[DATA FOR THIS TASK]
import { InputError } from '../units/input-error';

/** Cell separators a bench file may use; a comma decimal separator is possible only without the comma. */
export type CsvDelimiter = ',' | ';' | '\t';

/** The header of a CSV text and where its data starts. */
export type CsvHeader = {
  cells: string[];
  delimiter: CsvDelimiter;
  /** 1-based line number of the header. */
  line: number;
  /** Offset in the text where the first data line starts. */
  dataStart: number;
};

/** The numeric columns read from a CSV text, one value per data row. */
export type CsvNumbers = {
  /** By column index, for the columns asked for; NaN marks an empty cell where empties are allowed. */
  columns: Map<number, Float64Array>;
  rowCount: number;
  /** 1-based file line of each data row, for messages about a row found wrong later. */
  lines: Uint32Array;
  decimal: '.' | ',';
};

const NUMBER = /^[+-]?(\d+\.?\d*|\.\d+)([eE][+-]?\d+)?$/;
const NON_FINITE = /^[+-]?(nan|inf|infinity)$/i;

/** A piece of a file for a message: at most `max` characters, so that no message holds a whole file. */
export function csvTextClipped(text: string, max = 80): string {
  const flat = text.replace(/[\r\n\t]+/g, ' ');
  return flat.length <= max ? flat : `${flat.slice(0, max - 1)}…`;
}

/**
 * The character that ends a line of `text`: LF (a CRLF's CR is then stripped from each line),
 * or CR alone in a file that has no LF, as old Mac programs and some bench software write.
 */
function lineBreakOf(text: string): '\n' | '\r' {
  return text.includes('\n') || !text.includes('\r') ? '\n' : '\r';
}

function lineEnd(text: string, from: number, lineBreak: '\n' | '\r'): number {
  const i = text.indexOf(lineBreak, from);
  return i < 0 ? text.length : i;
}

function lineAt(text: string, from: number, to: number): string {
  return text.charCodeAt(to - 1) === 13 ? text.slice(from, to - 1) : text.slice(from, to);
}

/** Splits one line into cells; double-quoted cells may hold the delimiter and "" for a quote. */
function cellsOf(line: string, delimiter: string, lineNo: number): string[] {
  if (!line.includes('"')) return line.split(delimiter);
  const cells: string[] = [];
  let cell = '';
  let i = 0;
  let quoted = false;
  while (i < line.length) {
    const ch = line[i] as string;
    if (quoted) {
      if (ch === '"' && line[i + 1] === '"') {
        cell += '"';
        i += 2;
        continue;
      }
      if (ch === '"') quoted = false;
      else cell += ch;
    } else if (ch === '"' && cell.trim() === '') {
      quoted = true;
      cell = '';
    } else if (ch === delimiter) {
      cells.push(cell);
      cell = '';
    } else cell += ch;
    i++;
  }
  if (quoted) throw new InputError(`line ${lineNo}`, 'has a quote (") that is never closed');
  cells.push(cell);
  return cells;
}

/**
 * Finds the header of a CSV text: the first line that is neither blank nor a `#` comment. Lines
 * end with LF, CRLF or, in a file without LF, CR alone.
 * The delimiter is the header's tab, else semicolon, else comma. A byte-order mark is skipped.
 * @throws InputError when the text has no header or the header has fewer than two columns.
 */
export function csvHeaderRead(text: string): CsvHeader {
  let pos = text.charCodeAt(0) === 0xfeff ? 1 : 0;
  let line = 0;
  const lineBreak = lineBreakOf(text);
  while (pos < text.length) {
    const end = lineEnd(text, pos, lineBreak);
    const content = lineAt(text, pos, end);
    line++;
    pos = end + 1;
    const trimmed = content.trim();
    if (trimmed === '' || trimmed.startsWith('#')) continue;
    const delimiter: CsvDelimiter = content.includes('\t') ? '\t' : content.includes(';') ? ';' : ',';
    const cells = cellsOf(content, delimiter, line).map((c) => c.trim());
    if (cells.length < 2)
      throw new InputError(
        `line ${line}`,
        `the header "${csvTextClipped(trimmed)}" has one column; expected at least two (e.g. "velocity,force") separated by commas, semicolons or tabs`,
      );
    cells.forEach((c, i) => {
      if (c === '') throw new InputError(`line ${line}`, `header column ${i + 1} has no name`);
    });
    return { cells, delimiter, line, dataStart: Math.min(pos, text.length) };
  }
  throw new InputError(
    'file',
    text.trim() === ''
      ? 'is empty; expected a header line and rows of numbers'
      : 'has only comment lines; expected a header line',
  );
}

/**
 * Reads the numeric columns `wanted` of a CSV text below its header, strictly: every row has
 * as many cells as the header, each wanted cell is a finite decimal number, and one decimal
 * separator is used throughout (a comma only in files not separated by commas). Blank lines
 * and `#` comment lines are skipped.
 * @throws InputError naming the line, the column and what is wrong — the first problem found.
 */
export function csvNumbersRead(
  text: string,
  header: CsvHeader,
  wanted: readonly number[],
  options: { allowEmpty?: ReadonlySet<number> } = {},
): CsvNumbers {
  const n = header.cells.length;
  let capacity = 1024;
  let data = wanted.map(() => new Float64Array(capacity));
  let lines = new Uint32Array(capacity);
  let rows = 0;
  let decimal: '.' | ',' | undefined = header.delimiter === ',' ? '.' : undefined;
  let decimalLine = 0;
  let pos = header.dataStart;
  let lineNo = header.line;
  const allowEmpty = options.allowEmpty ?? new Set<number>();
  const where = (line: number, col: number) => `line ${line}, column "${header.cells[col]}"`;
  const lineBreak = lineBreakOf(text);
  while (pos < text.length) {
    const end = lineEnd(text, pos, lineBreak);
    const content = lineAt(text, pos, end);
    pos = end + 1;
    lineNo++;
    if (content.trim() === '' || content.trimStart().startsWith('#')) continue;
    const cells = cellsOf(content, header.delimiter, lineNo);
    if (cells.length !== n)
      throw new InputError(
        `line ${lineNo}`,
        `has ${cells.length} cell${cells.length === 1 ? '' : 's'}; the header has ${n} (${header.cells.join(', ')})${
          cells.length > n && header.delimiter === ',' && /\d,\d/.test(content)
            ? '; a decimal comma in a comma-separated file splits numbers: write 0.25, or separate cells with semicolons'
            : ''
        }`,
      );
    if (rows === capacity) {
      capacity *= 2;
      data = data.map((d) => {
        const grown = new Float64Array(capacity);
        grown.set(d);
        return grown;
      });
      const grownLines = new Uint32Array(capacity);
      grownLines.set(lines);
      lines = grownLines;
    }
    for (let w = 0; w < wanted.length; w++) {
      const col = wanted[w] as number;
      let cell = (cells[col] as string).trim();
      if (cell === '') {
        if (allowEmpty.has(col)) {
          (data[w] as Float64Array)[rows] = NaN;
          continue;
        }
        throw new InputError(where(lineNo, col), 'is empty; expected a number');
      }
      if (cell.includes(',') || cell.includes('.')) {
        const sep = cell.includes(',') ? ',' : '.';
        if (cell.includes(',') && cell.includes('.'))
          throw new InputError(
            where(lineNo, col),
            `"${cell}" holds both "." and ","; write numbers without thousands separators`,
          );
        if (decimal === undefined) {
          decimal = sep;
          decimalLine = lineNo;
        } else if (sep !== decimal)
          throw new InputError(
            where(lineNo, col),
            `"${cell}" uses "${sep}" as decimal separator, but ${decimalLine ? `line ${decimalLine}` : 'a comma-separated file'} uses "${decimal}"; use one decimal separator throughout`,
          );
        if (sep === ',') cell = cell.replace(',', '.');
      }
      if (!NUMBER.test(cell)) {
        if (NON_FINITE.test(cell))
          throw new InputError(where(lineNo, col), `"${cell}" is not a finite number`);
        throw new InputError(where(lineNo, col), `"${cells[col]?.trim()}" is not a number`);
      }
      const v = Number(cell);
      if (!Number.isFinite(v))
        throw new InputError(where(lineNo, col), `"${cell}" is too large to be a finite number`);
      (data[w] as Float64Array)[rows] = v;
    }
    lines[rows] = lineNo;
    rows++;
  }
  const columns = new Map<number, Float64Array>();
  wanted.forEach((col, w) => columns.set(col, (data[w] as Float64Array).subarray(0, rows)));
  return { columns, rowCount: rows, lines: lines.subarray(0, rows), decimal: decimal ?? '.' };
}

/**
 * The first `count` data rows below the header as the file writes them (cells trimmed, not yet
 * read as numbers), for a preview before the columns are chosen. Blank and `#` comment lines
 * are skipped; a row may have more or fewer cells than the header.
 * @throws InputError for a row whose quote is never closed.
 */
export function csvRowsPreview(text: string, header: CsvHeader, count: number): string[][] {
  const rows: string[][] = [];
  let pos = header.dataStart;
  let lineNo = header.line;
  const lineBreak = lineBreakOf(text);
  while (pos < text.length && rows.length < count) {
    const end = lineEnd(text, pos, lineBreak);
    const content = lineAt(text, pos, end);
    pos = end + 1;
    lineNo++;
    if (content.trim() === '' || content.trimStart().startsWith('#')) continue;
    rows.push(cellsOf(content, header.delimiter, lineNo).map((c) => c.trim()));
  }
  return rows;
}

[REQUIRED ACTION]
Please go through the data above and copy each line that has the word "rowCount".

[ANSWER SECTION]
  rowCount: number;
  return { columns, rowCount: rows, lines: lines.subarray(0, rows), decimal: decimal ?? '.' };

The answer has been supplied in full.